WHAT IS EXPECTED
A verbatim reproduction of the lines below, from the line containing "assert isinstance(res, PCAResult)" through the line containing "g = res.scores.to_numpy()", both ends included, is the whole required output.

DATASET EXTRACT
○ ○ ○

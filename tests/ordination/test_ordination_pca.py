"""PCA against an SVD of the standardised table (ddof=1), numpy's eigen-solvers, and the biplot
scalings of Legendre & Legendre (2012, ch. 9)."""

from __future__ import annotations

import numpy as np
import pandas as pd
import pytest
from scipy.spatial.distance import pdist

from gradients import InputError
from gradients.ordination import PCAResult, pca


def _table(n: int = 20, seed: int = 0) -> pd.DataFrame:
    rng = np.random.default_rng(seed)
    base = rng.normal(size=(n, 2))
    data = {
        "pH": 6.5 + 0.5 * base[:, 0] + 0.1 * rng.normal(size=n),
        "Cu": np.exp(2 + base[:, 1] + 0.3 * rng.normal(size=n)),
        "Zn": 100 + 40 * base[:, 1] - 10 * base[:, 0] + 5 * rng.normal(size=n),
        "sand": 40 + 10 * rng.normal(size=n),
    }
    return pd.DataFrame(data, index=[f"s{i}" for i in range(n)])


def test_matches_svd_of_standardised_table():
    table = _table()
    res = pca(table)
    assert isinstance(res, PCAResult)
    # standardised with ddof=1 (sample standard deviation), then SVD
    z = (table - table.mean()) / table.std(ddof=1)
    _, s, vt = np.linalg.svd(z.to_numpy(), full_matrices=False)
    n = len(table)
    np.testing.assert_allclose(res.eigenvalues.to_numpy(), s**2 / (n - 1), rtol=1e-12)
    # eigenvectors equal V up to the sign of each column
    u = res.eigenvectors.to_numpy()
    signs = np.sign(np.sum(u * vt.T, axis=0))
    np.testing.assert_allclose(u, vt.T * signs, atol=1e-12)
    assert res.eigenvalues.sum() == pytest.approx(4.0)  # trace of a correlation matrix
    np.testing.assert_allclose(res.proportion_explained.sum(), 1.0)
    # and numpy's eigenvalues of the correlation matrix
    np.testing.assert_allclose(res.eigenvalues.to_numpy(),
                               np.sort(np.linalg.eigvalsh(np.corrcoef(table.T.to_numpy())))[::-1],
                               rtol=1e-10)


def test_unscaled_is_covariance_pca():
    table = _table(seed=1)
    res = pca(table, scale=False)
    cov = np.cov(table.to_numpy(), rowvar=False, ddof=1)
    np.testing.assert_allclose(res.eigenvalues.to_numpy(), np.sort(np.linalg.eigvalsh(cov))[::-1],
                               rtol=1e-10)
    assert not res.scaled and (res.spread == 1.0).all()


def test_distance_biplot_scaling():
    # L&L 2012 sect. 9.1, scaling 1: sites F = Y U preserve Euclidean distances among sites;
    # variables are unit-length eigenvectors
    table = _table(seed=2)
    res = pca(table, scaling="distance")
    z = ((table - table.mean()) / table.std(ddof=1)).to_numpy()
    f = res.scores.to_numpy()
    np.testing.assert_allclose(pdist(f), pdist(z), rtol=1e-10)
    np.testing.assert_allclose(np.linalg.norm(res.loadings.to_numpy(), axis=0), 1.0)
    np.testing.assert_allclose(f, z @ res.eigenvectors.to_numpy(), atol=1e-12)
    np.testing.assert_allclose(f.var(axis=0, ddof=1), res.eigenvalues.to_numpy(), rtol=1e-10)


def test_correlation_biplot_scaling():
    # L&L 2012 sect. 9.1, scaling 2: sites F Lambda^-1/2 (unit variance), variables
    # U Lambda^1/2 = correlations between each standardised variable and each component
    table = _table(seed=3)
    res = pca(table, scaling="correlation")
    g = res.scores.to_numpy()
    np.testing.assert_allclose(g.var(axis=0, ddof=1), 1.0, rtol=1e-10)
    f = res.site_scores("distance").to_numpy()
    corr = np.array([[np.corrcoef(table[c], f[:, k])[0, 1] for k in range(f.shape[1])]
                     for c in table.columns])
    np.testing.assert_allclose(res.loadings.to_numpy(), corr, atol=1e-10)
    # both scalings available from either result
    other = pca(table)
    pd.testing.assert_frame_equal(other.site_scores("correlation"), res.scores)
    pd.testing.assert_frame_equal(other.variable_scores("correlation"), res.loadings)
    assert list(res.loadings.index) == list(table.columns)
    assert list(res.scores.index) == list(table.index)


def test_sign_convention_and_rank_deficiency():
    table = _table(n=3, seed=4)  # 3 sites, 4 variables: only 2 axes have variance
    res = pca(table)
    assert list(res.eigenvalues.index) == ["axis1", "axis2"]
    u = res.eigenvectors.to_numpy()
    assert np.all(u[np.argmax(np.abs(u), axis=0), np.arange(u.shape[1])] > 0)
    assert any("zero variance" in note for note in res.notes)


def test_input_errors_name_columns_and_cells():
    table = _table()
    bad = table.assign(habitat=["reed"] * len(table))
    with pytest.raises(InputError, match=r"non-numeric column.*'habitat'") as err:
        pca(bad)
    assert err.value.columns == ("habitat",)
    missing = table.copy()
    missing.loc["s3", "Cu"] = np.nan
    with pytest.raises(InputError, match=r"\('s3', 'Cu'\)"):
        pca(missing)
    const = table.assign(depth=1.5)
    with pytest.raises(InputError, match=r"'depth'.*do not vary"):
        pca(const)
    with pytest.raises(InputError, match="`scaling` must be one of"):
        pca(table, scaling="species")
    with pytest.raises(InputError, match="`scale` must be True or False"):
        pca(table, scale="yes")
    # inputs come back unchanged
    before = table.copy()
    pca(table)
    pd.testing.assert_frame_equal(table, before)
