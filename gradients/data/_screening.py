"""Guideline quotients: measured values divided by the values of a screening table.

A screening table lists, for each variable, a value of one or more kinds (for freshwater
sediment, the consensus-based threshold and probable-effect concentrations of MacDonald,
Ingersoll & Berger 2000 [1]_) with its unit and source. No value is built into the code: the
table is the user's (``examples/screening/`` ships one to start from). The quotient of a sample
is its concentration over the screening value; the mean quotient over the variables of one
kind is a candidate contamination gradient that a hypothesis can use [1]_.

Screening values are not site-specific criteria: every output that shows quotients carries
:data:`CAUTION`.

References
----------
.. [1] MacDonald, D. D., Ingersoll, C. G. & Berger, T. A. (2000). Development and evaluation of
   consensus-based sediment quality guidelines for freshwater ecosystems. *Archives of
   Environmental Contamination and Toxicology* 39, 20-31.
"""

from __future__ import annotations

import os
from dataclasses import dataclass, field
from typing import Any

import numpy as np
import pandas as pd

from .._errors import InputError, format_items
from .._result import ResultMixin
from ._cells import parse_column
from ._files import RawTable, read_file
from ._units import parse_unit, registry

__all__ = ["CAUTION", "SCREENING_COLUMNS", "GuidelineQuotientsResult", "guideline_quotients",
           "read_screening"]

#: The caution every output that shows quotients carries.
CAUTION = ("Screening values are not site-specific criteria; defer to the local regulator and "
           "licensed professionals.")

#: Columns of a screening table (others, such as a note, are kept and ignored).
SCREENING_COLUMNS = ("variable", "value", "unit", "kind", "source")
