"""NMDS against Kruskal's (1964a, b) stress-1 definition, recomputed independently with
scipy.optimize.isotonic_regression, and against known configurations."""

from __future__ import annotations

import numpy as np
import pandas as pd
import pytest
from scipy.optimize import isotonic_regression
from scipy.spatial import procrustes
from scipy.spatial.distance import pdist

from gradients import InputError
from gradients.distance import DistanceMatrix
from gradients.ordination import NMDSResult, nmds, stress_verdict
from gradients.ordination._kernels import MonotoneOrder, StressFunction, _sort_ties


def _labels(n: int) -> list[str]:
    return [f"site{i}" for i in range(n)]


def _truth(n: int = 18, seed: int = 0) -> np.ndarray:
    return np.random.default_rng(seed).uniform(0, 10, size=(n, 2))


def _stress_primary(scores: np.ndarray, delta: np.ndarray) -> tuple[float, np.ndarray]:
    """Kruskal (1964a) stress-1, primary approach to ties (Kruskal 1964b), written afresh."""
    d = pdist(scores)
    order = np.lexsort((d, delta))  # by dissimilarity, ties by distance
    fitted = np.empty_like(d)
    fitted[order] = isotonic_regression(d[order]).x
    return float(np.sqrt(np.sum((d - fitted) ** 2) / np.sum(d**2))), fitted


def _stress_secondary(scores: np.ndarray, delta: np.ndarray) -> float:
    """Stress-1 with tied dissimilarities sharing one fitted value (secondary approach)."""
    d = pdist(scores)
    _, inverse, counts = np.unique(delta, return_inverse=True, return_counts=True)
    means = np.bincount(inverse, weights=d) / counts
    fitted = isotonic_regression(means, weights=counts).x[inverse]
    return float(np.sqrt(np.sum((d - fitted) ** 2) / np.sum(d**2)))


def _tied_dissimilarities(n: int = 16, seed: int = 4) -> DistanceMatrix:
    # noisy, rounded to one decimal so that many values tie
    rng = np.random.default_rng(seed)
    x = rng.normal(size=(n, 3))
    delta = np.round(pdist(x) + rng.normal(scale=0.3, size=n * (n - 1) // 2).clip(-0.5, 0.5), 1)
    return DistanceMatrix(np.abs(delta), _labels(n))


def test_reported_stress_matches_published_formula():
    dm = _tied_dissimilarities()
    delta = dm.condensed
    assert len(np.unique(delta)) < delta.size / 2  # many ties: the primary approach matters
    res = nmds(dm, starts=3, rng=11)
    assert isinstance(res, NMDSResult)
    stress, fitted = _stress_primary(res.scores.to_numpy(), delta)
    assert res.stress == pytest.approx(stress, rel=1e-10, abs=1e-12)
    assert 0.05 < res.stress < 0.5  # a noisy fit, not a trivial one
    # the Shepard data are those of the final configuration
    sh = res.shepard
    assert len(sh) == dm.n * (dm.n - 1) // 2
    merged = pd.Series(fitted, index=pd.MultiIndex.from_arrays(
        [np.array(dm.labels)[np.triu_indices(dm.n, 1)[0]],
         np.array(dm.labels)[np.triu_indices(dm.n, 1)[1]]]))
    got = sh.set_index(["site_a", "site_b"])["fitted"]
    np.testing.assert_allclose(got.loc[merged.index].to_numpy(), merged.to_numpy(), atol=1e-12)
    dist = sh.set_index(["site_a", "site_b"])["distance"]
    np.testing.assert_allclose(dist.loc[merged.index].to_numpy(), pdist(res.scores.to_numpy()),
                               rtol=1e-12)
    assert np.all(np.diff(sh["dissimilarity"].to_numpy()) >= 0)
    assert np.all(np.diff(sh["fitted"].to_numpy()) >= -1e-12)  # monotone step line


def test_secondary_approach_stress_matches_formula():
    dm = _tied_dissimilarities(seed=8)
    res = nmds(dm, starts=2, rng=3, ties="secondary")
    assert res.ties == "secondary"
    assert res.stress == pytest.approx(_stress_secondary(res.scores.to_numpy(), dm.condensed),
                                       rel=1e-10)
    # tied dissimilarities share one fitted value
    assert (res.shepard.groupby("dissimilarity")["fitted"].nunique() == 1).all()


def test_gradient_matches_finite_differences():
    # analytic gradient of stress-1 against central differences (theory: calculus)
    dm = _tied_dissimilarities(n=10, seed=1)
    mono = MonotoneOrder.build(np.asarray(dm.condensed))
    f = StressFunction(10, 2, mono)
    x = np.random.default_rng(0).normal(size=20)
    _, grad = f(x)
    h = 1e-6
    numeric = np.array([(f(x + h * e)[0] - f(x - h * e)[0]) / (2 * h) for e in np.eye(20)])
    np.testing.assert_allclose(grad, numeric, atol=1e-7)


@pytest.mark.parametrize("scramble", [False, True])
def test_tie_sort_is_a_stable_sort_of_each_block(scramble):
    # the result must not depend on which sort runs (insertion, or merge sort after too many
    # moves): each block ends as a stable sort of its previous order, equal distances included
    rng = np.random.default_rng(7)
    sizes = [2, 3, 31, 32, 33, 64, 65, 100, 257, 1000, 1500]
    bounds, pos = [], 0
    for size in sizes:
        pos += 1  # an untied pair between blocks
        bounds += [pos, pos + size]
        pos += size
    blocks = np.array(bounds, dtype=np.int64)
    ds = rng.integers(0, 40, size=pos + 1).astype(np.float64)  # many equal distances
    if not scramble:  # nearly sorted, as left by the previous evaluation
        for lo, hi in blocks.reshape(-1, 2):
            ds[lo:hi] = np.sort(ds[lo:hi])
            swap = rng.integers(lo, hi - 1, size=max(1, (hi - lo) // 20))
            ds[swap], ds[swap + 1] = ds[swap + 1], ds[swap].copy()
    pairs = np.arange(ds.size, dtype=np.uint32)
    want_d, want_p = ds.copy(), pairs.copy()
    for lo, hi in blocks.reshape(-1, 2):
        idx = np.argsort(ds[lo:hi], kind="stable")
        want_d[lo:hi] = ds[lo:hi][idx]
        want_p[lo:hi] = pairs[lo:hi][idx]
    longest = max(sizes)
    _sort_ties(ds, pairs, blocks, np.empty(longest), np.empty(longest, dtype=np.uint32))
    np.testing.assert_array_equal(ds, want_d)
    np.testing.assert_array_equal(pairs, want_p)


def test_recovers_configuration_from_monotone_dissimilarities():
    # Shepard-Kruskal: with dissimilarities a monotone function of true distances the
    # configuration is recovered up to similarity transformation, stress ~ 0
    x = _truth(18)
    delta = np.expm1(pdist(x) / 4.0) ** 1.5  # strictly increasing, strongly non-linear
    res = nmds(DistanceMatrix(delta, _labels(18)), starts=4, rng=5)
    assert res.stress < 0.01
    _, _, disparity = procrustes(x, res.scores.to_numpy())
    assert disparity < 1e-3
    assert res.converged and res.n_agreeing >= 2
    assert res.stress_verdict.startswith("excellent")


def test_same_rng_same_result_whatever_n_jobs():
    dm = _tied_dissimilarities(n=14, seed=6)
    one = nmds(dm, starts=4, rng=123, n_jobs=1)
    two = nmds(dm, starts=4, rng=123, n_jobs=2)
    pd.testing.assert_frame_equal(one.scores, two.scores, check_exact=True)
    pd.testing.assert_series_equal(one.start_stresses, two.start_stresses, check_exact=True)
    assert one.stress == two.stress
    gen = nmds(dm, starts=4, rng=np.random.default_rng(123))
    pd.testing.assert_frame_equal(one.scores, gen.scores, check_exact=True)
    other = nmds(dm, starts=4, rng=124)
    assert not np.array_equal(other.start_stresses.to_numpy()[1:],
                              one.start_stresses.to_numpy()[1:])


def test_final_solution_centred_principal_axes_scaled_and_oriented():
    dm = _tied_dissimilarities(n=15, seed=2)
    res = nmds(dm, starts=2, rng=1, dimensions=3)
    s = res.scores.to_numpy()
    assert list(res.scores.columns) == ["axis1", "axis2", "axis3"]
    assert list(res.scores.index) == list(dm.labels)
    np.testing.assert_allclose(s.mean(axis=0), 0.0, atol=1e-12)
    cov = s.T @ s
    np.testing.assert_allclose(cov - np.diag(np.diag(cov)), 0.0, atol=1e-9 * cov[0, 0])
    assert np.all(np.diff(np.diag(cov)) <= 0)  # axis1 has the largest variance
    # documented scale: RMS distance equals RMS dissimilarity
    assert np.sqrt(np.mean(pdist(s) ** 2)) == pytest.approx(
        np.sqrt(np.mean(dm.condensed**2)), rel=1e-10)
    assert np.all(s[np.argmax(np.abs(s), axis=0), np.arange(3)] > 0)


def test_start_bookkeeping_and_agreement():
    x = _truth(12, seed=3)
    res = nmds(DistanceMatrix(pdist(x) ** 2, _labels(12)), starts=5, rng=2)
    assert list(res.start_stresses.index) == ["pcoa", "random1", "random2", "random3",
                                              "random4"]
    assert res.stress == pytest.approx(res.start_stresses.min(), abs=1e-9)
    assert res.best_start in res.start_stresses.index
    t = res.table
    assert list(t.columns) == ["stress", "iterations", "reached_max_iter", "disparity",
                               "agrees"]
    assert res.n_agreeing == int(t["agrees"].sum())
    assert t.loc[res.best_start, "disparity"] == 0.0
    # the documented rule: stress within 1e-3 of the best and Procrustes disparity below 1e-3
    assert t["disparity"].notna().all()
    rule = (t["stress"] - t["stress"].min() <= 1e-3) & (t["disparity"] < 1e-3)
    pd.testing.assert_series_equal(t["agrees"], rule, check_names=False)
    single = nmds(DistanceMatrix(pdist(x) ** 2, _labels(12)), starts=1, rng=2)
    assert not single.converged and single.n_agreeing == 1
    assert any("one start" in note for note in single.notes)


def test_init_aligned_by_label():
    dm = _tied_dissimilarities(n=12, seed=5)
    rng = np.random.default_rng(0)
    init = pd.DataFrame(rng.normal(size=(12, 2)), index=dm.labels, columns=["a", "b"])
    res = nmds(dm, starts=1, init=init, rng=0)
    shuffled = nmds(dm, starts=1, init=init.iloc[::-1], rng=0)
    pd.testing.assert_frame_equal(res.scores, shuffled.scores)
    assert res.best_start == "init"
    with pytest.raises(InputError, match="site0"):
        nmds(dm, starts=1, init=init.iloc[1:], rng=0)
    with pytest.raises(InputError, match="dimensions=3"):
        nmds(dm, starts=1, init=init, dimensions=3, rng=0)


def test_stress_verdicts_follow_clarke_1993():
    # Clarke (1993) rule of thumb, from memory: <0.05 excellent, <0.1 good, <0.2 usable,
    # >0.3 close to arbitrary; the class 0.2-0.3 ("poor") is our own, marked as such in the
    # docstring. Every bound is checked from both sides.
    assert stress_verdict(0.03).startswith("excellent")
    assert stress_verdict(0.07).startswith("good")
    assert stress_verdict(0.15).startswith("usable with care")
    assert stress_verdict(0.25).startswith("poor")
    assert stress_verdict(0.35).startswith("close to arbitrary")
    assert stress_verdict(0.05).startswith("good")  # boundaries belong to the worse class
    for bound, below, at in ((0.05, "excellent", "good"), (0.10, "good", "usable with care"),
                             (0.20, "usable with care", "poor"),
                             (0.30, "poor", "close to arbitrary")):
        assert stress_verdict(np.nextafter(bound, 0)).startswith(below)
        assert stress_verdict(bound).startswith(at)
    assert "our own" in stress_verdict.__doc__


def test_input_errors():
    dm = _tied_dissimilarities(n=8)
    with pytest.raises(InputError, match="`dimensions` must be an integer of at least 1"):
        nmds(dm, dimensions=0)
    with pytest.raises(InputError, match="`starts` must be an integer of at least 1"):
        nmds(dm, starts=0)
    with pytest.raises(InputError, match="`ties` must be one of"):
        nmds(dm, ties="tertiary")
    with pytest.raises(InputError, match="`n_jobs`"):
        nmds(dm, n_jobs=0)
    with pytest.raises(InputError, match="`tol` must be a positive number"):
        nmds(dm, tol=-1.0)
    with pytest.raises(InputError, match="at least 5 sites"):
        nmds(DistanceMatrix(pdist(_truth(4)), _labels(4)), dimensions=3)
    with pytest.raises(InputError, match="All dissimilarities are equal"):
        nmds(DistanceMatrix(np.ones(28), _labels(8)))
    with pytest.raises(InputError, match="`rng`"):
        nmds(dm, rng=-1)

○ ○ ○

REPLY
    assert isinstance(res, PCAResult)
    # standardised with ddof=1 (sample standard deviation), then SVD
    z = (table - table.mean()) / table.std(ddof=1)
    _, s, vt = np.linalg.svd(z.to_numpy(), full_matrices=False)
    n = len(table)
    np.testing.assert_allclose(res.eigenvalues.to_numpy(), s**2 / (n - 1), rtol=1e-12)
    # eigenvectors equal V up to the sign of each column
    u = res.eigenvectors.to_numpy()
    signs = np.sign(np.sum(u * vt.T, axis=0))
    np.testing.assert_allclose(u, vt.T * signs, atol=1e-12)
    assert res.eigenvalues.sum() == pytest.approx(4.0)  # trace of a correlation matrix
    np.testing.assert_allclose(res.proportion_explained.sum(), 1.0)
    # and numpy's eigenvalues of the correlation matrix
    np.testing.assert_allclose(res.eigenvalues.to_numpy(),
                               np.sort(np.linalg.eigvalsh(np.corrcoef(table.T.to_numpy())))[::-1],
                               rtol=1e-10)


def test_unscaled_is_covariance_pca():
    table = _table(seed=1)
    res = pca(table, scale=False)
    cov = np.cov(table.to_numpy(), rowvar=False, ddof=1)
    np.testing.assert_allclose(res.eigenvalues.to_numpy(), np.sort(np.linalg.eigvalsh(cov))[::-1],
                               rtol=1e-10)
    assert not res.scaled and (res.spread == 1.0).all()


def test_distance_biplot_scaling():
    # L&L 2012 sect. 9.1, scaling 1: sites F = Y U preserve Euclidean distances among sites;
    # variables are unit-length eigenvectors
    table = _table(seed=2)
    res = pca(table, scaling="distance")
    z = ((table - table.mean()) / table.std(ddof=1)).to_numpy()
    f = res.scores.to_numpy()
    np.testing.assert_allclose(pdist(f), pdist(z), rtol=1e-10)
    np.testing.assert_allclose(np.linalg.norm(res.loadings.to_numpy(), axis=0), 1.0)
    np.testing.assert_allclose(f, z @ res.eigenvectors.to_numpy(), atol=1e-12)
    np.testing.assert_allclose(f.var(axis=0, ddof=1), res.eigenvalues.to_numpy(), rtol=1e-10)


def test_correlation_biplot_scaling():
    # L&L 2012 sect. 9.1, scaling 2: sites F Lambda^-1/2 (unit variance), variables
    # U Lambda^1/2 = correlations between each standardised variable and each component
    table = _table(seed=3)
    res = pca(table, scaling="correlation")
    g = res.scores.to_numpy()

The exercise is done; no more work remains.